On Being a Therapist: An Introduction
There is no shortage of publications out there about different therapeutic approaches, techniques and all the things about how to do therapy, and why it is done in that way. However, when I look back over my years as a therapist, the material that made the greatest difference to me were when therapists reflected truthfully and irreverently on the therapist as a person.
I believe that who I am as a therapist cannot be separated from who I am as a person. My journey as a therapist as such is completely braided and intertwined with my personal journey as a person, man, husband, father, friend and so on. Although one side of being a therapist is therefore about learning ideas and techniques, and becoming skilled in using such ideas to formulate and intervene, the extent and way I can do that is directly connected to my personal journey. As such the greatest limiter and enabler of who I am as a therapist is therefore the extent to which I have walked the path of personal growth and development.
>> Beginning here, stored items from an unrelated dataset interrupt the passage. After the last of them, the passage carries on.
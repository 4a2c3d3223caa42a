"""Printing and files of sampled numbers: text lines, a LaTeX block, JSON items, a CSV table, a heat map.

Printers only format what `clusterexp.loops.sampled` computed. A value prints with its error bar
rounded to two significant digits and the value to the same decimal place ("0.0362 +- 0.0013"), so the
text does not depend on digits below the statistical error. Run times are left out (they vary from run
to run and output is byte-stable; `SampledRun.seconds` has them); the text says how to repeat a run.
"""
from __future__ import annotations

from pathlib import Path

import sympy

from ..naming import latex_subscript, species_latex
from ..products.numbers import grid_text
from .quoting import EXACT_BELOW, METHOD, PLUS_MINUS_LATEX, plus_minus, settled, settled_bound, slice_text  # noqa: F401 (quoted here too)
from .sampled import SampledNumbers, SampledStatement

def _point_text(point) -> str:
    return ", ".join(f"{name} = {sympy.sstr(value)}" for name, value in point)


def _budget_text(statement: SampledStatement) -> str:
    s = statement.sampling
    parts = []
    if s.loops is not None:
        parts.append(f"with {s.loops} loops")
    if s.time_cap is not None:
        parts.append(f"within {s.time_cap:g} seconds")
    if s.target is not None:
        parts.append(f"target {s.target:g}")
    return ", ".join(parts)


def text_lines(numbers: SampledNumbers) -> list[str]:
    lines = []
    for statement in numbers:
        s = statement.sampling
        lines += ["", f"sampled values ({METHOD}), `sample` at line {s.span.line}, seed {s.seed}, "
                      f"{_budget_text(statement)}:"]
        sliced = f" in {s.slices} slices" if "slices" in dict(s.spans) else ""
        for run in statement.runs:
            again = (f"alone `sample {run.label} ... with {run.samples} loops{sliced} seed {run.seed}` repeats it"
                     if run.index else
                     f"this statement with `with {s.loops or run.samples} loops{sliced} seed {run.seed}` repeats it")
            lines.append(f"  {run.label}: {run.samples} loops in {run.rounds} rounds{_rounding_text(s, run)}, "
                         f"{run.slices} slices; {again}")
        for point in statement.points:
            where = f"at {_point_text(point.point)}: " if point.point else ""
            lines.append("  " + where + "; ".join(f"{v.label} = {plus_minus(v.value, v.error)}"
                                                  + (f" + {v.remainder}" if v.remainder else "") + _bias(v.slice_bound)
                                                  for v in point.values))
    return lines


def _bias(bound) -> str:
    text = slice_text(bound)
    return f" ({text})" if text else ""


def _rounding_text(sampling, run) -> str:
    """The loops run come in whole rounds (one batch of every family): say so when that exceeds the
    `with N loops` budget."""
    if sampling.loops is None or run.samples == sampling.loops:
        return ""
    return f" (the budget of {sampling.loops} loops rounded up to whole rounds of {run.samples // run.rounds})"


def latex_block(numbers: SampledNumbers, system) -> str:
    """An `align*` environment: one row per coefficient and point, value \\pm error."""
    labels = [system.typesetting.symbol(n) or species_latex(n) for n in system.species_names]
    rows = []
    for statement in numbers:
        for point in statement.points:
            where = ", ".join(f"{system.typesetting.symbol(name) or _latex_name(name)}={sympy.latex(value)}"
                              for name, value in point.point)
            for v in point.values:
                letter = "b" if v.kind == "cluster" else "a"
                lhs = (f"{letter}_{{{latex_subscript(v.index, labels)}}}" if v.index and "[" not in v.label[2:]
                       else rf"\mathrm{{{v.label.replace('_', chr(92) + '_')}}}")   # tube pieces, terms in the coverage
                lhs += rf"\big|_{{{where}}}" if where else ""
                bias = slice_text(v.slice_bound)
                rows.append(f"  {lhs} &= " + plus_minus(v.value, v.error, PLUS_MINUS_LATEX)
                            + (f" + {v.remainder}" if v.remainder else "") + (rf"\ \text{{({bias})}}" if bias else ""))
    body = " \\\\\n".join(rows)
    return f"% sampled values: {METHOD}\n\\begin{{align*}}\n{body}\n\\end{{align*}}\n"


def _latex_name(name: str) -> str:
    from ..products.plots import symbol_latex
    return symbol_latex(name)


def json_items(numbers: SampledNumbers) -> list[dict]:
    out = []
    for statement in numbers:
        s = statement.sampling
        out.append({
            "line": s.span.line,
            "method": METHOD,
            "seed": s.seed,
            "budget": {"loops": s.loops, "seconds": s.time_cap, "target": s.target},
            "runs": [{"coefficient": r.label, "estimator": r.kind, "estimator_seed": r.run_seed, "loops": r.samples,
                      "rounds": r.rounds, "loops_per_round": r.samples // r.rounds, "slices": r.slices}
                     for r in statement.runs],
            "points": [{"at": {name: sympy.sstr(value) for name, value in p.point},
                        "values": [{"coefficient": v.label, "kind": v.kind, "index": list(v.index),
                                    **dict(zip(("value", "error"), settled(v.value, v.error))),
                                    **({"remainder": v.remainder} if v.remainder else {}),
                                    **({"slice_bound": settled_bound(v.slice_bound)} if v.slice_bound is not None
                                       else {})}
                                   for v in p.values]}
                       for p in statement.points],
        })
    return out


def table_rows(statement: SampledStatement) -> list[list[str]]:
    """Header (parameters, then each coefficient and its error), then one row per point.  Among tubes the
    columns are the coefficients (coverage given) or their terms in the coverage (`SampledStatement.columns`),
    each value column's head stating what the series leaves out, as `tabulate` does."""
    columns = statement.columns
    bounded = {c.label for c in columns if any(v.label == c.label and v.slice_bound is not None
                                                for p in statement.points for v in p.values)}
    header = list(statement.parameter_names)
    for column in columns:
        note = statement.note(column)
        header += [column.label + (f" ({note})" if note else ""), f"{column.label} error"]
        header += [f"{column.label} slicing bias bound"] if column.label in bounded else []
    rows = [header]
    for k, point in enumerate(statement.points):
        row = [grid_text(sympy.sympify(value), 15) for _, value in point.point]
        for c in columns:
            row += [repr(x) for x in settled(*statement.cell(k, c.label))]
            if c.label in bounded:
                bound = next((v.slice_bound for v in point.values if v.label == c.label), 0.0)
                row.append(repr(settled_bound(bound) or 0.0))
        rows.append(row)
    return rows


def check_files(system, overwrite: bool = False, base: Path | None = None, protected: dict | None = None,
                seen: dict | None = None) -> None:
    """Refuse, before any run, a `table` or `map` file that may not be written (`clusterexp.products.files`: it
    exists and `overwrite` is not given, it is not a regular file, it is the input, or another result
    of the run goes there)."""
    from ..products.files import claimed, resolve
    base = base or Path.cwd()
    seen = {} if seen is None else seen
    for s in system.samplings:
        for clause, name in (("table", s.table), ("map", s.map)):
            if name is None:
                continue
            span = s.clause_span(clause)
            from ..products.figure_style import figure_paths   # a map: PDF, PNG and its caption
            for path in ([base / name] if clause == "table" else figure_paths(base / name)):
                claimed(seen, resolve(path, overwrite, protected, span, folder_may_be_missing=True), str(path), span)


def write_files(numbers: SampledNumbers, system, overwrite: bool = False, base: Path | None = None,
                batch=None) -> list[Path]:
    """Write every statement's `table` (CSV) and `map` (figure); refuses to replace a file unless
    `overwrite`. Returns the paths written. With `batch` (a `files.Batch`) the files are only added
    to it, to be written with the caller's other files."""
    from ..products.files import Batch
    from ..products.numbers import csv_bytes
    base = base or Path.cwd()
    check_files(system, overwrite, base)
    own = batch is None
    batch = Batch() if own else batch
    written = []
    for statement in numbers:
        s = statement.sampling
        for clause, name in (("table", s.table), ("map", s.map)):
            if name is None:
                continue
            path = base / name
            span = s.clause_span(clause)

            def collect(where, data, span=span):
                batch.add(where, data, overwrite, span, make_folder=True)
            if clause == "table":
                collect(path, csv_bytes(table_rows(statement)))
            else:
                from .figures import sampled_map
                sampled_map(statement, system, path, into=collect)
            written.append(path)
    if own:
        batch.commit()
    return written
In these reflections I want to start exploring some of this, as well as the internal world of the therapist. Whenever I train new therapists I always feel this is the area that is most lacking in formal training, or sometimes seen as important but as something that happens elsewhere, perhaps in personal therapy. And yes, I find it disturbing that it is still not an absolute requirement to have been in personal therapy in order to become a therapist. I look at my own journey and even though my training was excellent, I think my professional journey would have looked so much different if it had been a requirement, rather than a recommendation, for me to go into therapy all those years ago.